What does this mean?

It means our apps don’t have to be beautifully architected if they’re well instrumented.

It means that the most important part of treating failure as a source of learning may well be removing failure as a source of persecution.

Removing fear of failure lets people try different ways of doing things. Metrics help recognize the right ones, the variations to keep. Monitoring and quick rollbacks make failures cheap at the system level. Maybe these 3 things, and time, are all we need to build complex software more useful than we can imagine.

[1] In MCMC, you sometimes keep a worse solution, with a probability based on how much worse. It gets you out of local optimums.
[2] Linda Rising’s closing keynote to GOTO Amsterdam 2014.
[3] This post comes out of this section in Antifragile. The book is annoying, but the ideas in it are crucial.
[4] Daniel Schauenberg’s presentation at GOTO Amsterdam 2014

Weakness and Vulnerability

Weakness and vulnerability are different. Separate the concerns: [1]

Vulnerability is an openness to being wounded.
Weakness is inability to live through wounds.

In D&D terms: vulnerability is a low armor class, weakness is low hit points. Armor class determines how hard it is for an enemy to hit you, and hit points determine how many hits you can take. So you have a choice: prevent hits, or endure more hits.

If you try to make your software perfect, so that it never experiences a failure, that’s a high armor class. That’s aiming for invulnerability.

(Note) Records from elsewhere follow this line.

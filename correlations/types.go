package correlations

// Property names what a catalog entry estimates.
type Property string

// The properties of the catalog. The ids of DESIGN.md §4 are unique within a property.
const (
	SolutionGas     Property = "pb"       // bubble point Pb(Rsb) with its inverse Rs(p)
	OilFVF          Property = "bo"       // saturated oil formation volume factor
	Compressibility Property = "co"       // undersaturated oil compressibility (p > Pb)
	CoBelowPb       Property = "co_sat"   // oil compressibility below Pb
	DeadViscosity   Property = "mu_dead"  // dead-oil viscosity at reservoir temperature
	SatViscosity    Property = "mu_sat"   // saturated (live) oil viscosity
	UnderViscosity  Property = "mu_under" // undersaturated oil viscosity
	PseudoCritical  Property = "ppc"      // gas pseudo-critical pressure and temperature
	SourCorrection  Property = "sour"     // pseudo-critical correction for H2S and CO2
	GasZ            Property = "z"        // gas compressibility factor
	GasViscosity    Property = "mu_gas"   // gas viscosity
)

// Oil describes the fluid that the oil correlations need besides pressure and Rs.
//
// The gas gravities: each family takes the one its paper defines (Entry.Gravity): the total
// surface gas (GasGravity), the gas of the first separator stage (SepGasGravity), or the gas of
// every separator stage ahead of the stock tank (SepStagesGasGravity). For a single flash to the
// stock tank the separator is the stock tank itself.
type Oil struct {
	API            float64 // stock-tank oil gravity, °API
	GasGravity     float64 // total surface gas gravity (GOR-weighted over every stage, stock tank included), air = 1
	Temperature    float64 // reservoir temperature, °F
	SepPressure    float64 // first-stage separator pressure, psia; 0 means unknown (114.7 is used)
	SepTemperature float64 // first-stage separator temperature, °F; 0 means unknown (60 is used)
	// SepGasGravity is the gravity of the first-stage separator gas, which the families that
	// normalise the gas gravity to a 100 psig separator (Vasquez–Beggs, Kartoatmodjo–Schmidt)
	// take; 0 means unknown (GasGravity is used).
	SepGasGravity float64
	// SepStagesGasGravity is the GOR-weighted gravity of the gas of every separator stage ahead
	// of the stock tank (the "separator gas" of Valkó–McCain, Velarde and Spivey–Valkó–McCain);
	// 0 means unknown (GasGravity is used).
	SepStagesGasGravity float64
	// Rsb is the solution GOR at the bubble point of the oil (scf/STB), for families whose Rs
	// below Pb is drawn through the oil's own bubble point (valko-mccain, after Velarde); 0
	// means unknown.
	Rsb float64
}

// GravityKind names which surface gas gravity a family takes (see Oil).
type GravityKind string

// The gravity kinds.
const (
	TotalGas      GravityKind = "total surface gas"
	FirstStageGas GravityKind = "first-stage separator gas"
	SeparatorGas  GravityKind = "separator gas (every stage ahead of the stock tank)"
)

// separatorGasGravity returns the gravity of the separator gas without the stock tank, or
// GasGravity when it is unknown.
func (o Oil) separatorGasGravity() float64 {
	if o.SepStagesGasGravity > 0 {
		return o.SepStagesGasGravity
	}
	return o.GasGravity
}

// firstStageGasGravity returns the first-stage separator gas gravity, or GasGravity when it
// is unknown.
func (o Oil) firstStageGasGravity() float64 {
	if o.SepGasGravity > 0 {
		return o.SepGasGravity
	}
	return o.GasGravity
}

// OilGravity returns the stock-tank oil specific gravity (water = 1) from API gravity:
// γo = 141.5/(131.5 + API) (API definition, common practice).
func (o Oil) OilGravity() float64 { return 141.5 / (131.5 + o.API) }

// Range is the span of one input in a correlation's original data set.
type Range struct {
	Input string  // input name as shown to the user: "API", "gas gravity", "temperature", "Rsb", "p"
	Unit  string  // unit of Min and Max: "°API", "", "°F", "scf/STB", "psia"
	Min   float64 // smallest value in the original data
	Max   float64 // largest value in the original data
}

// Entry is one line of the catalog.
type Entry struct {
	ID         string   // stable id used in files and flags, for example "standing"
	Property   Property // what the entry estimates
	Authors    string   // "Standing", "Vasquez and Beggs"
	Year       int      // year of publication
	Reference  string   // the published reference
	Ranges     []Range  // input ranges of the original data set
	Convention string   // input convention the correlation assumes, if any
	// Gravity is the gas gravity the family takes; "" for families that take none.
	Gravity GravityKind
}

// Coefficient is one published constant of a family that the refit depth may change. A
// family declares its coefficients beside its functions; its With functions take a value for
// each, in the declared order.
type Coefficient struct {
	ID    string  // short name, unique within the family: "offset", "c2_light"
	Value float64 // the published value
	Role  string  // where it sits in the published equation, for the user
}

// Published returns the published values of a coefficient list, in order.
func Published(cs []Coefficient) []float64 {
	v := make([]float64, len(cs))
	for i, c := range cs {
		v[i] = c.Value
	}
	return v
}

// SolutionGasFamily is a mutually consistent pair: BubblePoint(Rsb) and its exact inverse
// SolutionGOR(p) for p at or below the bubble point. A family that declares Coefficients
// also gives the pair with other coefficient values (BubblePointWith, SolutionGORWith, still an
// exact inverse pair); the plain functions are the With functions at the published values.
type SolutionGasFamily struct {
	ID          string
	BubblePoint func(rsb float64, o Oil) (float64, error) // psia
	SolutionGOR func(p float64, o Oil) (float64, error)   // scf/STB

	Coefficients    []Coefficient
	BubblePointWith func(rsb float64, o Oil, c []float64) (float64, error)
	SolutionGORWith func(p float64, o Oil, c []float64) (float64, error)
}

// OilFVFFamily gives the saturated oil formation volume factor (rb/STB) of oil holding rs
// scf/STB at pressure p (psia) and o.Temperature. Most families ignore p.
type OilFVFFamily struct {
	ID  string
	FVF func(p, rs float64, o Oil) (float64, error)

	Coefficients []Coefficient // declared refit coefficients; nil when the family has none
	FVFWith      func(p, rs float64, o Oil, c []float64) (float64, error)
}

// CompressibilityFamily gives the isothermal oil compressibility (1/psi) at p for an oil
// with bubble point pb and solution GOR at the bubble point rsb, and RelativeVolume, the
// ratio Bo(p)/Bo(pb) = exp(−∫ co dp from pb to p), for p ≥ pb (undersaturated families).
type CompressibilityFamily struct {
	ID             string
	Co             func(p, pb, rsb float64, o Oil) (float64, error)
	RelativeVolume func(p, pb, rsb float64, o Oil) (float64, error)
}

// DeadViscosityFamily gives the dead-oil viscosity (cP) at o.Temperature. A family that
// declares Coefficients also gives ViscosityWith, the viscosity with other coefficient values;
// Viscosity is ViscosityWith at the published values.
type DeadViscosityFamily struct {
	ID        string
	Viscosity func(o Oil) (float64, error)

	Coefficients  []Coefficient // declared refit coefficients; nil when the family has none
	ViscosityWith func(o Oil, c []float64) (float64, error)
}

// SatViscosityFamily gives the live-oil viscosity (cP) of a saturated oil holding rs scf/STB
// whose dead-oil viscosity is muDead. Coefficients and ViscosityWith as for
// DeadViscosityFamily.
type SatViscosityFamily struct {
	ID        string
	Viscosity func(muDead, rs float64, o Oil) (float64, error)

	Coefficients  []Coefficient // declared refit coefficients; nil when the family has none
	ViscosityWith func(muDead, rs float64, o Oil, c []float64) (float64, error)
}

// UnderViscosityFamily gives the viscosity (cP) at p ≥ pb of an oil whose viscosity at its
// bubble point pb is muB.
type UnderViscosityFamily struct {
	ID        string
	Viscosity func(p, pb, muB float64, o Oil) (float64, error)
}

// PseudoCriticalFamily gives the pseudo-critical pressure (psia) and temperature (°R) of a
// natural gas from its gravity.
type PseudoCriticalFamily struct {
	ID       string
	Critical func(gasGravity float64) (ppc, tpc float64, err error)
}

// ZFamily gives the gas compressibility factor from pseudo-reduced temperature and pressure.
type ZFamily struct {
	ID string
	Z  func(tpr, ppr float64) (float64, error)
}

Thing is, in D&D, no matter how high your armor class, if the enemy makes a perfect roll (a 20 on a d20, a twenty-sided die), that’s a critical hit and it strikes you. Even if your software is bug-free, hardware goes down or misbehaves.

If you’ve spent all your energy on armor class and little on hit points, that single hit can kill you.

Embrace failure by letting go of ideal invulnerability, and think about recovery instead. I could implement signal handlers, and maintain them, and this is a huge pain and makes my code ugly. Or I could implement a separate cleanup mechanism for crashed processes. That’s a separation of concerns, and it’s more robust: signal handlers don’t help when the app is out of memory, a separate recovery does.

In the software I currently work on, I take the strategy of building safety nets at the application, process, subsystem, and module levels, as feasible.[3] Then while I try to get my code right, I don’t convolute my code looking for hardware and network failures, bad data and every error I can conceive. There are always going to be errors I don’t conceive. Fail gracefully, and pick up the pieces.

An expanded version of this post, adding the human element, is on True in Software, True in Life.

[1] Someone tweeted a quote from some book on this, on the difference between weakness and vulnerability, a few weeks ago and it clicked with me. I can’t find the tweet or the quote anymore. Anyone recognize this?
[3] The actor model (Akka in my case) helps with recovery. It implements “Have you restarted your computer?” at the small scale.